Scientific classification
- Kingdom: Plantae
- Clade: Embryophytes
- Clade: Tracheophytes
- Clade: Angiosperms
- Clade: Monocots
- Clade: Commelinids
- Order: Arecales
- Family: Arecaceae
- Genus: Ravenea
- Species: R. albicans
- Binomial name: Ravenea albicans (Jum.) Beentje
- Synonyms: Louvelia albicans Jum.

= Ravenea albicans =

- Genus: Ravenea
- Species: albicans
- Authority: (Jum.) Beentje
- Conservation status: EN
- Synonyms: Louvelia albicans Jum.

Species of flowering plant

Ravenea albicans is a species of flowering plant in the Arecaceae family.

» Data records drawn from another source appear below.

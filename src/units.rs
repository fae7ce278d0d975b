//! Human units, in one home for every stage that prints a number or a name: times (ns, µs,
//! ms, s, min), bytes (B, KiB, MiB, GiB), row counts and sizes (950, 64k, 1.02M), ratios,
//! and names made safe to print. Pure functions of their arguments with no dependency on
//! the rest of the crate, so the results, the analysis, the explanations and the
//! presentation can all word numbers the same way without importing one another
//! (`present::units` and `spec::units::rows_label` re-export them).

/// Characters a printed name must not carry as they are: control characters (newlines,
/// terminal escape codes) and the invisible marks that reorder or hide text (bidirectional
/// overrides and isolates, zero-width characters, the byte-order mark).
pub fn unprintable(ch: char) -> bool {
    ch.is_control() || matches!(ch, '\u{200B}'..='\u{200F}' | '\u{202A}'..='\u{202E}' | '\u{2066}'..='\u{2069}' | '\u{FEFF}')
}

/// A name read from a spec or a results file, made safe to print: [`unprintable`]
/// characters are shown as `\n`, `\u{1b}`, `\u{202e}` and so on, so a name can neither
/// break a line of output, drive the terminal nor reorder what is shown. Other text is
/// unchanged.
pub fn escaped(name: &str) -> std::borrow::Cow<'_, str> {
    if !name.chars().any(unprintable) {
        return std::borrow::Cow::Borrowed(name);
    }
    let mut out = String::with_capacity(name.len() + 8);
    for ch in name.chars() {
        if unprintable(ch) {
            out.extend(ch.escape_default());
        } else {
            out.push(ch);
        }
    }
    std::borrow::Cow::Owned(out)
}

/// A time in the unit it reads best in; from two minutes on in minutes when `minutes`.
fn time_unit(ns: f64, minutes: bool) -> (f64, &'static str) {
    if ns < 1e3 {
        (ns, "ns")
    } else if ns < 1e6 {
        (ns / 1e3, "µs")
    } else if ns < 1e9 {
        (ns / 1e6, "ms")
    } else if ns < 120e9 || !minutes {
        (ns / 1e9, "s")
    } else {
        (ns / 60e9, "min")
    }
}

/// `812 ns`, `4.20 µs`, `13.1 ms`, `2.05 s`, `3.4 min`.
pub fn time_ns(ns: f64) -> String {
    if !ns.is_finite() {
        return "—".into();
    }
    let (v, u) = time_unit(ns, true);
    format!("{} {u}", three_digits(v))
}

/// `512 B`, `3.00 KiB`, `41.2 MiB`, `1.50 GiB`.
pub fn bytes(b: f64) -> String {
    if !b.is_finite() {
        return "—".into();
    }
    const K: f64 = 1024.0;
    let (v, u) = if b < K {
        (b, "B")
    } else if b < K * K {
        (b / K, "KiB")
    } else if b < K * K * K {
        (b / (K * K), "MiB")
    } else if b < K * K * K * K {
        (b / (K * K * K), "GiB")
    } else if b < K.powi(5) {
        (b / K.powi(4), "TiB")
    } else if b < K.powi(6) {
        (b / K.powi(5), "PiB")
    } else if b < K.powi(7) {
        (b / K.powi(6), "EiB")
    } else {
        // (An estimate of a join's rows can reach this; nothing holds it.)
        return format!("{b:.1e} B");
    };
    if u == "B" {
        format!("{} B", b.round())
    } else {
        format!("{} {u}", three_digits(v))
    }
}

fn three_digits(v: f64) -> String {
    if v >= 100.0 {
        format!("{v:.0}")
    } else if v >= 10.0 {
        format!("{v:.1}")
    } else {
        format!("{v:.2}")
    }
}

/// A time tick: round values print without trailing zeros (`500 µs`, `2 ms`, `1 s`,
/// `200 s`); seconds stay seconds on an axis.
pub fn time_tick(ns: f64) -> String {
    if !ns.is_finite() {
        return "—".into();
    }
    let (v, u) = time_unit(ns, false);
    format!("{} {u}", short(v))
}

/// A byte tick in binary units without trailing zeros: `512 B`, `4 KiB`, `1 MiB`, `1.5 GiB`.
pub fn bytes_tick(b: f64) -> String {
    let full = bytes(b);
    match full.split_once(' ') {
        Some((v, u)) if u != "B" => format!("{} {u}", v.parse::<f64>().map(short).unwrap_or_else(|_| v.to_string())),
        _ => full,
    }
}

/// A size on an axis or in a label: exact sizes as the rest of the tool writes them
/// ([`rows_label`]: 500, 64k, 2M) when that is short, otherwise three digits
/// (1.02M, never 1024k).
pub fn size_label(n: f64) -> String {
    if n.is_finite() && n >= 1.0 && n.fract() == 0.0 && n < 1e15 {
        let exact = rows_label(n as u64);
        let digits = exact.chars().filter(|c| c.is_ascii_digit()).count();
        if digits <= 3 {
            return exact;
        }
    }
    rows_label_f(n)
}

/// Short human form of a row count: 950, 12k, 1.5M.
pub fn rows_label(n: u64) -> String {
    fn trim(v: f64) -> String {
        let s = format!("{v:.1}");
        s.strip_suffix(".0").map(str::to_string).unwrap_or(s)
    }
    if n >= 1_000_000_000 && n % 100_000_000 == 0 {
        format!("{}G", trim(n as f64 / 1e9))
    } else if n >= 1_000_000 && n % 100_000 == 0 {
        format!("{}M", trim(n as f64 / 1e6))
    } else if n >= 1000 && n % 100 == 0 {
        format!("{}k", trim(n as f64 / 1e3))
    } else {
        n.to_string()
    }
}

/// A row count on an axis: 500, 1k, 2.5M (any positive number).
pub fn rows_label_f(n: f64) -> String {
    if !n.is_finite() || n <= 0.0 {
        return String::new();
    }
    if n >= 1e15 {
        return format!("{n:.1e}");
    }
    let (v, u) = if n >= 1e12 {
        (n / 1e12, "T")
    } else if n >= 1e9 {
        (n / 1e9, "G")
    } else if n >= 1e6 {
        (n / 1e6, "M")
    } else if n >= 1e3 {
        (n / 1e3, "k")
    } else {
        (n, "")
    };
    format!("{}{u}", short(v))
}

/// A number in at most three significant digits without trailing zeros: 2, 2.5, 12, 120.
pub fn short(v: f64) -> String {
    let s = if v >= 100.0 {
        format!("{v:.0}")
    } else if v >= 10.0 {
        format!("{v:.1}")
    } else {
        format!("{v:.2}")
    };
    if s.contains('.') {
        s.trim_end_matches('0').trim_end_matches('.').to_string()
    } else {
        s
    }
}

/// `×1.00`, `×12.3`, `×410`.
pub fn ratio(r: f64) -> String {
    if !r.is_finite() {
        return "—".into();
    }
    format!("×{}", three_digits(r))
}

#[cfg(test)]
mod tests {
    use super::*;

    #[test]
    fn units_scale() {
        assert_eq!(time_ns(812.0), "812 ns");
        assert_eq!(time_ns(4200.0), "4.20 µs");
        assert_eq!(time_ns(13.1e6), "13.1 ms");
        assert_eq!(time_ns(2.05e9), "2.05 s");
        assert_eq!(bytes(512.0), "512 B");
        assert_eq!(bytes(3.0 * 1024.0), "3.00 KiB");
        assert_eq!(bytes(1.5 * 1024.0 * 1024.0 * 1024.0), "1.50 GiB");
        assert_eq!(bytes(3.0 * 1024f64.powi(5)), "3.00 PiB");
        assert_eq!(bytes(6.4e301), "6.4e301 B");
        assert_eq!(rows_label_f(1.53e9), "1.53G");
        assert_eq!(rows_label_f(2.5e12), "2.5T");
        assert_eq!(rows_label_f(1.5e60), "1.5e60");
        assert_eq!(ratio(12.34), "×12.3");
        assert_eq!(time_tick(5e5), "500 µs");
        assert_eq!(time_tick(2e6), "2 ms");
        assert_eq!(time_tick(2e11), "200 s");
        assert_eq!(bytes_tick(4096.0), "4 KiB");
        assert_eq!(bytes_tick(1024.0 * 1024.0), "1 MiB");
        assert_eq!(bytes_tick(512.0), "512 B");
        assert_eq!(size_label(64_000.0), "64k");
        assert_eq!(size_label(2_000_000.0), "2M");
        assert_eq!(size_label(1_024_000.0), "1.02M");
        assert_eq!(size_label(1500.0), "1.5k");
        assert_eq!(rows_label(1500), "1.5k");
        assert_eq!(rows_label(2_000_000), "2M");
        assert_eq!(rows_label(1234), "1234");
    }
}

It is a palm endemic to northeast Madagascar and found in seven fragmented locations between the towns of Ampasimanolotra and Antalaha with the exception of one location much further south near Vondrozo. It is an endangered species threatened by habitat loss. There are perhaps 200 mature individuals remaining. In its natural range it tends to grow in humid forests within northeast Madagascar's mountain valleys. It is unique among the Ravenea genus because its pinnate leaves have an exotic, colorful appearance. Its species name, albicans, is derived from the Latin word for the color white, album, as is the word for albinism. The base of each frond is green, yet they become white to dark grey near the tip at maturity. Some individuals have completely white fronds.